### MATERIAL PROVIDED
//! `oddsboard timeline LOG`: one row per record with the worst ground odds
//! per tier after it and the proposal in force; table, `--csv` or `--json`.

use super::CliResult;
use super::input::read_log_reporting;
use crate::log::Move;
use crate::model::{Incident, Placement, Tier};
use crate::odds::joint::JointOddsView;
use crate::odds::text::pct_or_dash;
use crate::odds::view::{TaskView, task_view};
use crate::report::timeline::{ProposalOdds, Row, TierWorst, TimelineWalker};
use crate::solver::{SolveOptions, solve};
use serde::Serialize;
use std::io::Write;
use std::path::PathBuf;
use std::sync::atomic::AtomicBool;
use std::time::Duration;

#[derive(Debug, clap::Args)]
pub struct Args {
    /// The log to replay.
    pub log: PathBuf,
    /// Comma-separated values, one line per record.
    #[arg(long, conflicts_with = "json")]
    pub csv: bool,
    /// One JSON array, one object per record (`seq`, `kind`, `ground`,
    /// `proposal`, …).
    #[arg(long)]
    pub json: bool,
    /// Instead of the proposals in the log, compute the stable re-plan after
    /// each record, each warm-started from the one before.
    #[arg(long)]
    pub recompute: bool,
    /// With --recompute: solver budget per record, in milliseconds.
    #[arg(long, default_value_t = 5)]
    pub budget_ms: u64,
    /// With --recompute: seed of the solver.
    #[arg(long, default_value_t = 0)]
    pub seed: u64,
}

pub fn run(args: Args) -> CliResult {
    let (_, contents) = read_log_reporting(&args.log)?;
    let name = args.log.display().to_string();
    let records = &contents.records;
    let Some((first, rest)) = records.split_first() else {
        return Ok(());
    };
    let stdout = std::io::stdout();
    let mut out = std::io::BufWriter::with_capacity(1 << 16, stdout.lock());
    let (mut walker, row) = TimelineWalker::start(first).map_err(|e| e.in_file(&name))?;
    let mode = if args.json {
        Mode::Json
    } else if args.csv {
        Mode::Csv
    } else {
        Mode::Table
    };
    let mut replanner = args.recompute.then(|| Replanner {
        options: SolveOptions {
            budget: Duration::from_millis(args.budget_ms),
            seed: args.seed,
            ..SolveOptions::default()
        },
        previous: None,
    });
    mode.header(&mut out)?;
    let mut row = row;
    if let Some(rp) = &mut replanner {
        row.proposal = rp.replan(&mut walker, first.seq);
    }
    mode.row(&mut out, &walker, &row, true)?;
    let work = replanner.is_some().then(|| {
        super::progress::Work::new(
            "re-planning after each record",
            rest.len() as u64,
            args.json,
        )
    });
    for r in rest {
        let mut row = walker.step(r).map_err(|e| e.in_file(&name))?;
        if let Some(rp) = &mut replanner {
            row.proposal = rp.replan(&mut walker, r.seq);
        }
        mode.row(&mut out, &walker, &row, false)?;
        if let Some(w) = &work {
            w.inc(1);
        }
    }
    drop(work);
    mode.footer(&mut out)?;
    out.flush()?;
    Ok(())
}

/// The stable re-plan after each record for `--recompute`.
struct Replanner {
    options: SolveOptions,
    /// The previous re-plan by unit id (ids survive units lost or added).
    previous: Option<Vec<(String, Option<String>)>>,
}

impl Replanner {
    fn warm_start(&self, state: &Incident) -> Option<Placement> {
        let prev = self.previous.as_ref()?;
        let mut p = state.placement.clone();
        for (uid, tid) in prev {
            if let Some(u) = state.unit_idx(uid) {
                let t = tid.as_deref().and_then(|t| state.task_idx(t));
                if t.is_none_or(|t| state.may_place(u, t)) {
                    p.set(u, t);
                }
            }
        }
        Some(p)
    }

    fn replan(&mut self, walker: &mut TimelineWalker, seq: u64) -> Option<ProposalOdds> {
        let state = walker.state();
        let mut options = self.options.clone();
        options.warm_start = self.warm_start(state);
        let cancel = AtomicBool::new(false);
        let report = solve(state, &options, &cancel, &mut |_| {}).ok();
        let Some(report) = report else {
            self.previous = None;
            walker.set_proposal(None);
            return None;
        };
        let id = |t: Option<oddsboard_core::model::TaskIdx>| t.map(|t| state.tasks[t].id.clone());
        self.previous = Some(
            report
                .placement
                .0
                .iter()
                .enumerate()
                .map(|(u, t)| (state.units[u].id.clone(), id(*t)))
                .collect(),
        );
        let moves: Vec<Move> = report
            .moves
            .iter()
            .map(|m| Move {
                unit: state.units[m.unit].id.clone(),
                from: id(m.from),
                to: id(m.to),
            })
            .collect();
        let p = ProposalOdds {
            seq,
            moves,
            worst: report.key.worst_odds_per_tier(),
            min_odds: Some(report.key.min_odds()),
        };
        walker.set_proposal(Some(p.clone()));
        Some(p)
    }
}

#[derive(Clone, Copy)]
enum Mode {
    Table,
    Csv,
    Json,
}

fn moves_words(moves: &[Move]) -> String {
    crate::clean::clean(&crate::log::describe_moves(moves)).into_owned()
}

fn csv_field(s: &str) -> String {
    if s.contains([',', '"', '\n', '\r']) {
        format!("\"{}\"", s.replace('"', "\"\""))
    } else {
        s.to_string()
    }
}

fn csv_odds(p: Option<f64>) -> String {
    p.map_or(String::new(), |p| format!("{p:.6e}"))
}

/// Worst ground odds of each tier (`null` where a tier has no open task).
#[derive(Serialize)]
struct WorstJson {
    life: Option<f64>,
    stabilization: Option<f64>,
    property: Option<f64>,
}

fn finite(p: Option<f64>) -> Option<f64> {
    p.filter(|v| v.is_finite())
}

impl From<&TierWorst> for WorstJson {
    fn from(w: &TierWorst) -> Self {
        WorstJson {
            life: finite(w[Tier::Life.index()]),
            stabilization: finite(w[Tier::Stabilization.index()]),
            property: finite(w[Tier::Property.index()]),
        }
    }
}

#[derive(Serialize)]
struct ProposalJson<'a> {
    /// The record that proposed it.
    seq: u64,
    moves: &'a [Move],
    /// Worst odds per tier if the moves were made.
    worst: WorstJson,
    min_odds: Option<f64>,
}

/// One element of `timeline --json`.
#[derive(Serialize)]
struct RowJson<'a> {
    seq: u64,
    at: String,
    by: &'a str,
    kind: &'a str,
    /// The event in words.
    event: &'a str,
    /// Worst ground odds per tier after the record.
    worst: WorstJson,
    min_odds: Option<f64>,
    /// Joint ground odds of all open tasks and of each tier's open tasks
    /// (as `odds --json` `joint_odds`).
    joint_odds: JointOddsView,
    /// Open tasks on the ground after the record, as `odds --json` `tasks`.
    ground: Vec<TaskView>,
    /// The proposal in force (the last `plan_proposed` not yet accepted or
    /// rejected), or null.
    proposal: Option<ProposalJson<'a>>,
}

fn proposal_json(p: &ProposalOdds) -> ProposalJson<'_> {
    ProposalJson {
        seq: p.seq,
        moves: &p.moves,
        worst: WorstJson::from(&p.worst),
        min_odds: finite(p.min_odds),
    }
}

impl Mode {
    fn header(self, out: &mut impl Write) -> std::io::Result<()> {
        match self {
            Mode::Table => writeln!(
                out,
                "{:>6}  {:<8}  {:<12}  {:<44}  {:>9} {:>9} {:>9}  proposal (moves; worst life/stab./prop.)",
                "seq", "time", "by", "event", "life", "stab.", "property"
            ),
            Mode::Csv => writeln!(
                out,
                "seq,at,by,kind,event,worst_life,worst_stabilization,worst_property,min_odds,proposal_seq,proposal_moves,proposal_worst_life,proposal_worst_stabilization,proposal_worst_property"
            ),
            Mode::Json => write!(out, "["),
        }
    }

    fn row(
        self,
        out: &mut impl Write,
        walker: &TimelineWalker,
        row: &Row,
        first: bool,
    ) -> std::io::Result<()> {
        match self {
            Mode::Table => {
                // The proposal is shown on the row that made it.
                let proposal = row
                    .proposal
                    .as_ref()
                    .filter(|p| p.seq == row.seq)
                    .map(|p| {
                        format!(
                            "{}; {}/{}/{}",
                            moves_words(&p.moves),
                            pct_or_dash(p.worst[0]),
                            pct_or_dash(p.worst[1]),
                            pct_or_dash(p.worst[2])
                        )
                    })
                    .unwrap_or_default();
                let words = crate::clean::clean(&row.words);
                let words: String = if words.chars().count() > 44 {
                    let mut w: String = words.chars().take(43).collect();
                    w.push('…');
                    w
                } else {
                    words.into_owned()
                };
                let by: String = crate::clean::clean(&row.by).chars().take(12).collect();
                writeln!(
                    out,
                    "{:>6}  {:<8}  {:<12}  {:<44}  {:>9} {:>9} {:>9}  {}",
                    row.seq,
                    row.at.format("%H:%M:%S"),
                    by,
                    words,
                    pct_or_dash(row.worst[0]),
                    pct_or_dash(row.worst[1]),
                    pct_or_dash(row.worst[2]),
                    proposal
                )
            }
            Mode::Csv => {
                let p = row.proposal.as_ref();
                writeln!(
                    out,
                    "{},{},{},{},{},{},{},{},{},{},{},{},{},{}",
                    row.seq,
                    row.at.to_rfc3339_opts(chrono::SecondsFormat::Millis, true),
                    csv_field(&crate::clean::clean(&row.by)),
                    row.kind,
                    csv_field(&crate::clean::clean(&row.words)),
                    csv_odds(row.worst[0]),
                    csv_odds(row.worst[1]),
                    csv_odds(row.worst[2]),
                    csv_odds(row.min_odds),
                    p.map_or(String::new(), |p| p.seq.to_string()),
                    csv_field(&p.map_or(String::new(), |p| moves_words(&p.moves))),
                    csv_odds(p.and_then(|p| p.worst[0])),
                    csv_odds(p.and_then(|p| p.worst[1])),
                    csv_odds(p.and_then(|p| p.worst[2])),
                )
            }
            Mode::Json => {
                let state = walker.state();
                let ground: Vec<TaskView> = walker
                    .ground()
                    .iter()
                    .filter(|o| state.tasks[o.task_idx].is_open())
                    .map(|o| task_view(state, o))
                    .collect();
                let v = RowJson {
                    seq: row.seq,
                    at: row.at.to_rfc3339_opts(chrono::SecondsFormat::Millis, true),
                    by: &row.by,
                    kind: row.kind,
                    event: &row.words,
                    worst: WorstJson::from(&row.worst),
                    min_odds: finite(row.min_odds),
                    joint_odds: JointOddsView {
                        all: row.joint_all.unwrap_or(1.0),
                        life: row.joint[Tier::Life.index()],
                        stabilization: row.joint[Tier::Stabilization.index()],
                        property: row.joint[Tier::Property.index()],
                    },
                    ground,
                    proposal: row.proposal.as_ref().map(proposal_json),
                };
                if !first {
                    write!(out, ",")?;
                }
                writeln!(out)?;
                serde_json::to_writer(&mut *out, &super::json::versioned(&v))?;
                Ok(())
            }
        }
    }

    fn footer(self, out: &mut impl Write) -> std::io::Result<()> {
        match self {
            Mode::Json => writeln!(out, "\n]"),
            _ => Ok(()),
        }
    }
}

### WHAT YOU HAVE TO DO
A bare number is all that is asked for: the count of lines above that include "footer".

### EXERCISE RESPONSE
2